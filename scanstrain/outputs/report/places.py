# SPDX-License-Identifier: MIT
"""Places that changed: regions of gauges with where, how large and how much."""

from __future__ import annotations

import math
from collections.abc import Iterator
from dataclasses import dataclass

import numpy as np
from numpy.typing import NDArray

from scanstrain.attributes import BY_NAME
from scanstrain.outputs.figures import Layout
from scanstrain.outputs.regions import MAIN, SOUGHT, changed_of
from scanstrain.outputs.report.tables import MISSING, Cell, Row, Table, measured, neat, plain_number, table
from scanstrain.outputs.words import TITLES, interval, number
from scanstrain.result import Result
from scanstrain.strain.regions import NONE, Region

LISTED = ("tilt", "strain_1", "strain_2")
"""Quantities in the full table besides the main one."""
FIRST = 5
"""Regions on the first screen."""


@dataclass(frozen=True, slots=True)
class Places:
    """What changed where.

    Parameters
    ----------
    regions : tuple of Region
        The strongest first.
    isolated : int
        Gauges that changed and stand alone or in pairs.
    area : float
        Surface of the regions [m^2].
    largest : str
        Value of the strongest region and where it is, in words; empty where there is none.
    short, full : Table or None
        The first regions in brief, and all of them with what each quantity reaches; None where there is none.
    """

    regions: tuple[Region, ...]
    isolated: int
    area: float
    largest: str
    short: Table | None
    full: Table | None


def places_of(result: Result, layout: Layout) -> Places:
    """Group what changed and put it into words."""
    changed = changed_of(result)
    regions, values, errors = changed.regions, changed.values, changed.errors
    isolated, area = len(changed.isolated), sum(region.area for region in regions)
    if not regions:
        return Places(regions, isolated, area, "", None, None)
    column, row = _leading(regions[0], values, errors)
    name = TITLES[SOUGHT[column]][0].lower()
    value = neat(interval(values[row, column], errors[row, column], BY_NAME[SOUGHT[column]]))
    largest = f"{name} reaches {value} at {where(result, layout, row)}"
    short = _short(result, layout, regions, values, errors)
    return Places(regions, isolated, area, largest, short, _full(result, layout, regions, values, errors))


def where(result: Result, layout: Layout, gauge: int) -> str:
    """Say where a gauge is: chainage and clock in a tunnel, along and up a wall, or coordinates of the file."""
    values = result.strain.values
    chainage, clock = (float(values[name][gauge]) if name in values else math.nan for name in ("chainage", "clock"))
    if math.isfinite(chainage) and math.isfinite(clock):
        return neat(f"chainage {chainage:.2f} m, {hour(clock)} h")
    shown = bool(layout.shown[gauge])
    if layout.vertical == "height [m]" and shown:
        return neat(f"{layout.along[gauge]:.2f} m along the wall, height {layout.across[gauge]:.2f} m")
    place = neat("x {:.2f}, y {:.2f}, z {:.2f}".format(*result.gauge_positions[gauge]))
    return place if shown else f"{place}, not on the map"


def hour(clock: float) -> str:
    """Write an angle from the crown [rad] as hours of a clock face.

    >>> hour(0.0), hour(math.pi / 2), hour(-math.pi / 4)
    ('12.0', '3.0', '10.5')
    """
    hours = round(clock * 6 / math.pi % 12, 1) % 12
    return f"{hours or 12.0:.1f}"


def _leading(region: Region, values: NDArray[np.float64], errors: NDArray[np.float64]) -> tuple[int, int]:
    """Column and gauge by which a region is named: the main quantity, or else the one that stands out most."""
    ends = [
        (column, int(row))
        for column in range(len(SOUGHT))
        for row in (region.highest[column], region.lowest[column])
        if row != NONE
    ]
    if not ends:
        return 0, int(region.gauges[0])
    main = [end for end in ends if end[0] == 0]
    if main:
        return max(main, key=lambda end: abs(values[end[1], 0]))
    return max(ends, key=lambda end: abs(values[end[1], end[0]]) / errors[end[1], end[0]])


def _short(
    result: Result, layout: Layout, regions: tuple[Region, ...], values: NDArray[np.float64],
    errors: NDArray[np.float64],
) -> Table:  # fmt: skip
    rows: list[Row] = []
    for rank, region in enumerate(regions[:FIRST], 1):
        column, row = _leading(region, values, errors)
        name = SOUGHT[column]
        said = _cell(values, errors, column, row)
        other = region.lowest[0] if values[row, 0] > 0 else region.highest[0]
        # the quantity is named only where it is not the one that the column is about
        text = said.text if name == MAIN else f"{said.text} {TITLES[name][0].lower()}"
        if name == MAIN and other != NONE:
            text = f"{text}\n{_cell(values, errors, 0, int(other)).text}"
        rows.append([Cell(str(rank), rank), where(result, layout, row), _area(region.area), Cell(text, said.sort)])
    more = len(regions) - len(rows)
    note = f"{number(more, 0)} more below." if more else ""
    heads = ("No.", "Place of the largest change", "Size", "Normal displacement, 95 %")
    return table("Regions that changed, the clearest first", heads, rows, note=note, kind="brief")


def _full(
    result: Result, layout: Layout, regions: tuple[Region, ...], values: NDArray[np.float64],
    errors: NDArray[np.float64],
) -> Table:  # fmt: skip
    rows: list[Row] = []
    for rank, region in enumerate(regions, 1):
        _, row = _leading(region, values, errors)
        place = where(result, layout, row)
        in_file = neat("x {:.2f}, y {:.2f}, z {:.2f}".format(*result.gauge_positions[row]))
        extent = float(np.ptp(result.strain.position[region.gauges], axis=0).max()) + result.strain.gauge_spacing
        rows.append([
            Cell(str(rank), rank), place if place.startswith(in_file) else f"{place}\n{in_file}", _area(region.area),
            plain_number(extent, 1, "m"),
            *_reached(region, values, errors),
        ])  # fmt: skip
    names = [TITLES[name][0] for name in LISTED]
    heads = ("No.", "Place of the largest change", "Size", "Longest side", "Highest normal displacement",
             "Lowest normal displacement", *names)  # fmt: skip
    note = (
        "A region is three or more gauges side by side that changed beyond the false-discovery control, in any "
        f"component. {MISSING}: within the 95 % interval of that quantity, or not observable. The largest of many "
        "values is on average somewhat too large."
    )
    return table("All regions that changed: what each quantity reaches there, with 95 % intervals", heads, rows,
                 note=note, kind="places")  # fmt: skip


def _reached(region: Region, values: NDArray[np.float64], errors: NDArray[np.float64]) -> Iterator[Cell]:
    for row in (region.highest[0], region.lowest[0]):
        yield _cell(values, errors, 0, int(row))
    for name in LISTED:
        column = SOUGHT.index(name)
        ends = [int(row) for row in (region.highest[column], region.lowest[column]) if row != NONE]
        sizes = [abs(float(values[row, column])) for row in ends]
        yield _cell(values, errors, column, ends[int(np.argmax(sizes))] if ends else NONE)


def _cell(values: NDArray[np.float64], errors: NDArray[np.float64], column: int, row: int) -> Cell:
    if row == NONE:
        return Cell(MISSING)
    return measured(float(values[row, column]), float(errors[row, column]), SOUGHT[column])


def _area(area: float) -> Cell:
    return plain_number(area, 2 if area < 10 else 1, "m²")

---

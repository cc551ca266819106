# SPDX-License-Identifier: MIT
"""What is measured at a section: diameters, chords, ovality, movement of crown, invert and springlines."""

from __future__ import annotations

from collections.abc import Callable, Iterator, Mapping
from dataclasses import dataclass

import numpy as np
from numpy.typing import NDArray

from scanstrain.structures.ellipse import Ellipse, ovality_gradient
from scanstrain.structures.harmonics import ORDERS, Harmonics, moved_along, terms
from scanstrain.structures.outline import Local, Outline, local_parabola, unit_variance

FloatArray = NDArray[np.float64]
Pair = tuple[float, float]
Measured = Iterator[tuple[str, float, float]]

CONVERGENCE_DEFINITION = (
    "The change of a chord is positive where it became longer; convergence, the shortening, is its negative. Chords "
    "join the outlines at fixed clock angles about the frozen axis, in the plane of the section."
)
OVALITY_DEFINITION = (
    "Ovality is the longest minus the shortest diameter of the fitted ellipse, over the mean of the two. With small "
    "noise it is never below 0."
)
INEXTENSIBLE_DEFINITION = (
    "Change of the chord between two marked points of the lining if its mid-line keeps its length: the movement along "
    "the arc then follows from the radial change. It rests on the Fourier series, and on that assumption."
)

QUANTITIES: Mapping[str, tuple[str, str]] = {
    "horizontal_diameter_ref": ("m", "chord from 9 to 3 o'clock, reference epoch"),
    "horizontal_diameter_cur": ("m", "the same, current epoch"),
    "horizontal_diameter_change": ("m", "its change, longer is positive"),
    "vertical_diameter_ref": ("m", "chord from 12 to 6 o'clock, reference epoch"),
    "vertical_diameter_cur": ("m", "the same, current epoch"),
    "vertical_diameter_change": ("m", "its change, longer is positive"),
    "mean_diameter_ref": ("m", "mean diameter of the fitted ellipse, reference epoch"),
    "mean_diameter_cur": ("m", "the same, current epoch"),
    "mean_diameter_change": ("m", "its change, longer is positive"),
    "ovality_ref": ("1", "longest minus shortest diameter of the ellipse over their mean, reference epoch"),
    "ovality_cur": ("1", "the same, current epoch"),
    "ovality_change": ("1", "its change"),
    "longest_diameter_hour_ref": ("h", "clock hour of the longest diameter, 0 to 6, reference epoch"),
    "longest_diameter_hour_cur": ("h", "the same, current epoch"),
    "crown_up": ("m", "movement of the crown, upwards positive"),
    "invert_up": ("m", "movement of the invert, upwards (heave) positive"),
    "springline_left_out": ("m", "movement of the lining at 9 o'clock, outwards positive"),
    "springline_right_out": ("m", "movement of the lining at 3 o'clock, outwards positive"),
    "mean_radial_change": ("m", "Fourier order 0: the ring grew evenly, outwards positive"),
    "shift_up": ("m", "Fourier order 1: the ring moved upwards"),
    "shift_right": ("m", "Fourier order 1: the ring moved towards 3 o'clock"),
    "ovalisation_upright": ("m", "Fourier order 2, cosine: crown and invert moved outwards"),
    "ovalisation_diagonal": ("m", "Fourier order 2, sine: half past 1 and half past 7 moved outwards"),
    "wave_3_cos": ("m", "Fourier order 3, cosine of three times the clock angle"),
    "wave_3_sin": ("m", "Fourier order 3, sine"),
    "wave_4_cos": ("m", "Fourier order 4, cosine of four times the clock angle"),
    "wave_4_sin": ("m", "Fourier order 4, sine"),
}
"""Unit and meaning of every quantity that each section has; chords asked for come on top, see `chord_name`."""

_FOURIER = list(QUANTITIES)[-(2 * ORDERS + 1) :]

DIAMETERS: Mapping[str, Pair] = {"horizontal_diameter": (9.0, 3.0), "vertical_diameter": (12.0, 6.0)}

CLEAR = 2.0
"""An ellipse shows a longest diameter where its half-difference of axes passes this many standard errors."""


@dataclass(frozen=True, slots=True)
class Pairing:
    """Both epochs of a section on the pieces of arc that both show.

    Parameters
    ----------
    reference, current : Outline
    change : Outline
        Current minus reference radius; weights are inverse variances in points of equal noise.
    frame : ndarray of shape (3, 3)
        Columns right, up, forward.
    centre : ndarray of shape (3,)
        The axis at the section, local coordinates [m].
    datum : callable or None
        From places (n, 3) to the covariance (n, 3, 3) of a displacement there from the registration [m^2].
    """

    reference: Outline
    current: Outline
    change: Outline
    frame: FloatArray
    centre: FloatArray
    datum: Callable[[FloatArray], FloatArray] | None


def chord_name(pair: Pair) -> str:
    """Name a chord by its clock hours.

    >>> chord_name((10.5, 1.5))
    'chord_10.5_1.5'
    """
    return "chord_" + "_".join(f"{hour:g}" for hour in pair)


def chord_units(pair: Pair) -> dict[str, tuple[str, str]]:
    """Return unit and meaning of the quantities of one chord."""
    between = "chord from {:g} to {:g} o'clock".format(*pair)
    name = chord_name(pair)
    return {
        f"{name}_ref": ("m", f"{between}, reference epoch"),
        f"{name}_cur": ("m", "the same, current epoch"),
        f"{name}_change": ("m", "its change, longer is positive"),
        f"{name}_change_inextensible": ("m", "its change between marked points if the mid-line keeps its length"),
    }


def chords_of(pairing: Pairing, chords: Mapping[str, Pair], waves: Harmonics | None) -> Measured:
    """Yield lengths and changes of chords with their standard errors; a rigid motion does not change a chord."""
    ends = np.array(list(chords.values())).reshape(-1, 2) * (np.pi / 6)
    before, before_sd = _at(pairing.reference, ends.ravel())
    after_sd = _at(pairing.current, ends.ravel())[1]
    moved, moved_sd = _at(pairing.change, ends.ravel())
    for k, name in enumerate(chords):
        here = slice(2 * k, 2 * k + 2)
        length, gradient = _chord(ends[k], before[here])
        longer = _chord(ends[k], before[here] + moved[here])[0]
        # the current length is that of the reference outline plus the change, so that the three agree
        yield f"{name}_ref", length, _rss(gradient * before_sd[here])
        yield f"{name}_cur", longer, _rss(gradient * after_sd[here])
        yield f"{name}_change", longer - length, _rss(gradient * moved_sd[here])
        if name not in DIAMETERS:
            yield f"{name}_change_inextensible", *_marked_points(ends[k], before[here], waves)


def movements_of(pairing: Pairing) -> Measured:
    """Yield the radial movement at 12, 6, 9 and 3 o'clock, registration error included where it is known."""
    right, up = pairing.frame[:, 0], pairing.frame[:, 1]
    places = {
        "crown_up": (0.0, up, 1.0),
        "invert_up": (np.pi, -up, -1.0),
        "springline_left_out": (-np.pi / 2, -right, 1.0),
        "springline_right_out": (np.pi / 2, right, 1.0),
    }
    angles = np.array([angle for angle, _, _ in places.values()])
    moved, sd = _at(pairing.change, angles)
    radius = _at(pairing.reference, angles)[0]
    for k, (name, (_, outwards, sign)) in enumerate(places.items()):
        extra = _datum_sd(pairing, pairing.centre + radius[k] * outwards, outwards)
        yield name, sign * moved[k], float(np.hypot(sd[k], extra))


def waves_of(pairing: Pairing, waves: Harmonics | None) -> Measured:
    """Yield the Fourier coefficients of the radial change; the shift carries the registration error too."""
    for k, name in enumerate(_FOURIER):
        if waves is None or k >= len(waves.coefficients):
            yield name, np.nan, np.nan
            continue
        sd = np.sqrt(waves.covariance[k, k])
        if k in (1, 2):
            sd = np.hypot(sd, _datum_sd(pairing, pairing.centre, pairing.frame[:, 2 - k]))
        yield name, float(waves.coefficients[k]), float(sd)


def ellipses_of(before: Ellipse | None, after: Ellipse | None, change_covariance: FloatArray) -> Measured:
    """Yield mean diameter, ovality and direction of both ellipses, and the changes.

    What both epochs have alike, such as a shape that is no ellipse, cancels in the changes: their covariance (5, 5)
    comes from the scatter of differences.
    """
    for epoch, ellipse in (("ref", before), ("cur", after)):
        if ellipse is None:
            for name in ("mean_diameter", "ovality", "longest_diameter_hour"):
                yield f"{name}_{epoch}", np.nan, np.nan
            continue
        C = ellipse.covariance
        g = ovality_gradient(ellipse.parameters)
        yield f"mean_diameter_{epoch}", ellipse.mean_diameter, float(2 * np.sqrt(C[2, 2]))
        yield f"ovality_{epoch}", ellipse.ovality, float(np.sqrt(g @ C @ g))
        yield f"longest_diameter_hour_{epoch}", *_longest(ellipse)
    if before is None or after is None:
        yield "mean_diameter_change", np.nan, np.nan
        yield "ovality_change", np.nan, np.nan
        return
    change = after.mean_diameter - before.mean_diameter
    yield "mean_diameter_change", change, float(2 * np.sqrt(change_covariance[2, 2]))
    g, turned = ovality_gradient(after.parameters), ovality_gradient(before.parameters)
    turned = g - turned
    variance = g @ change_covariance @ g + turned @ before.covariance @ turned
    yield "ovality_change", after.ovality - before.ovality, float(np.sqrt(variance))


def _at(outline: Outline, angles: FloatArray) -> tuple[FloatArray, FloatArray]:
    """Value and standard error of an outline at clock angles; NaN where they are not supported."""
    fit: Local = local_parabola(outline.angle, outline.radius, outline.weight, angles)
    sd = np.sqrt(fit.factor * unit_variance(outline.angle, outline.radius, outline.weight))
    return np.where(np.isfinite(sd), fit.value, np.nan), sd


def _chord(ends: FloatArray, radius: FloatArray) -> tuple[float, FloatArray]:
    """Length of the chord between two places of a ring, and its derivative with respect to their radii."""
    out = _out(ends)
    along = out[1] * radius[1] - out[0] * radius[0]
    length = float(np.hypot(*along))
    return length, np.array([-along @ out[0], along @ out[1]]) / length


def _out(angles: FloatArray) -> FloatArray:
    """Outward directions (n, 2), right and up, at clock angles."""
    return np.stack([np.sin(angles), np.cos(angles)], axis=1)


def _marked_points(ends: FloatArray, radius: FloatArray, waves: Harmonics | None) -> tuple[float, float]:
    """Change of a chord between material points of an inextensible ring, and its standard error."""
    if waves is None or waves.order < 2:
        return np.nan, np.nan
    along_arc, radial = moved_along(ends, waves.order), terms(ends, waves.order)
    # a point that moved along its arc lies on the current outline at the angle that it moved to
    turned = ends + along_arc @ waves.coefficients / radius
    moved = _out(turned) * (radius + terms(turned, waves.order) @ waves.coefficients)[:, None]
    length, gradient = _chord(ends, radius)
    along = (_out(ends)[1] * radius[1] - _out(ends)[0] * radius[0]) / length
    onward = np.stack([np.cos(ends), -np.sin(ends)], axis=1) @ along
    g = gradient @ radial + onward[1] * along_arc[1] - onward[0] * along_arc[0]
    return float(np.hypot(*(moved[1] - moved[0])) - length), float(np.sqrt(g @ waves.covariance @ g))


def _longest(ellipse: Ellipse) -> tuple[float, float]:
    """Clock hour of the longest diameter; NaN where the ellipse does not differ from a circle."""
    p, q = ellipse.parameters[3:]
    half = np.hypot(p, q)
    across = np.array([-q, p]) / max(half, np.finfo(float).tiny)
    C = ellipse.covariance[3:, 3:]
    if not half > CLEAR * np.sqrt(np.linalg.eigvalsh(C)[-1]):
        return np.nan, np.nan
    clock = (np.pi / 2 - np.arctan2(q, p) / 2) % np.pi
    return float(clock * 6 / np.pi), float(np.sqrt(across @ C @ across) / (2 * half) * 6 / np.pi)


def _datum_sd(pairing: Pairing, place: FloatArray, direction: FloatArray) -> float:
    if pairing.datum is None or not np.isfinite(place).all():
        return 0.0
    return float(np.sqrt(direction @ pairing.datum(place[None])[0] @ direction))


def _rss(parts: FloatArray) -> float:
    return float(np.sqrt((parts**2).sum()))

• _WHAT NEEDS TO BE DONE_: Look above for the line that contains "that changed: regions". Starting there, transcribe every line exactly until you have copied the line that contains "def where(result: Result, layout: Layout, gauge: int)".

• _RESPONSE TO THIS EXERCISE_:
"""Places that changed: regions of gauges with where, how large and how much."""

from __future__ import annotations

import math
from collections.abc import Iterator
from dataclasses import dataclass

import numpy as np
from numpy.typing import NDArray

from scanstrain.attributes import BY_NAME
from scanstrain.outputs.figures import Layout
from scanstrain.outputs.regions import MAIN, SOUGHT, changed_of
from scanstrain.outputs.report.tables import MISSING, Cell, Row, Table, measured, neat, plain_number, table
from scanstrain.outputs.words import TITLES, interval, number
from scanstrain.result import Result
from scanstrain.strain.regions import NONE, Region

LISTED = ("tilt", "strain_1", "strain_2")
"""Quantities in the full table besides the main one."""
FIRST = 5
"""Regions on the first screen."""


@dataclass(frozen=True, slots=True)
class Places:
    """What changed where.

    Parameters
    ----------
    regions : tuple of Region
        The strongest first.
    isolated : int
        Gauges that changed and stand alone or in pairs.
    area : float
        Surface of the regions [m^2].
    largest : str
        Value of the strongest region and where it is, in words; empty where there is none.
    short, full : Table or None
        The first regions in brief, and all of them with what each quantity reaches; None where there is none.
    """

    regions: tuple[Region, ...]
    isolated: int
    area: float
    largest: str
    short: Table | None
    full: Table | None


def places_of(result: Result, layout: Layout) -> Places:
    """Group what changed and put it into words."""
    changed = changed_of(result)
    regions, values, errors = changed.regions, changed.values, changed.errors
    isolated, area = len(changed.isolated), sum(region.area for region in regions)
    if not regions:
        return Places(regions, isolated, area, "", None, None)
    column, row = _leading(regions[0], values, errors)
    name = TITLES[SOUGHT[column]][0].lower()
    value = neat(interval(values[row, column], errors[row, column], BY_NAME[SOUGHT[column]]))
    largest = f"{name} reaches {value} at {where(result, layout, row)}"
    short = _short(result, layout, regions, values, errors)
    return Places(regions, isolated, area, largest, short, _full(result, layout, regions, values, errors))


def where(result: Result, layout: Layout, gauge: int) -> str:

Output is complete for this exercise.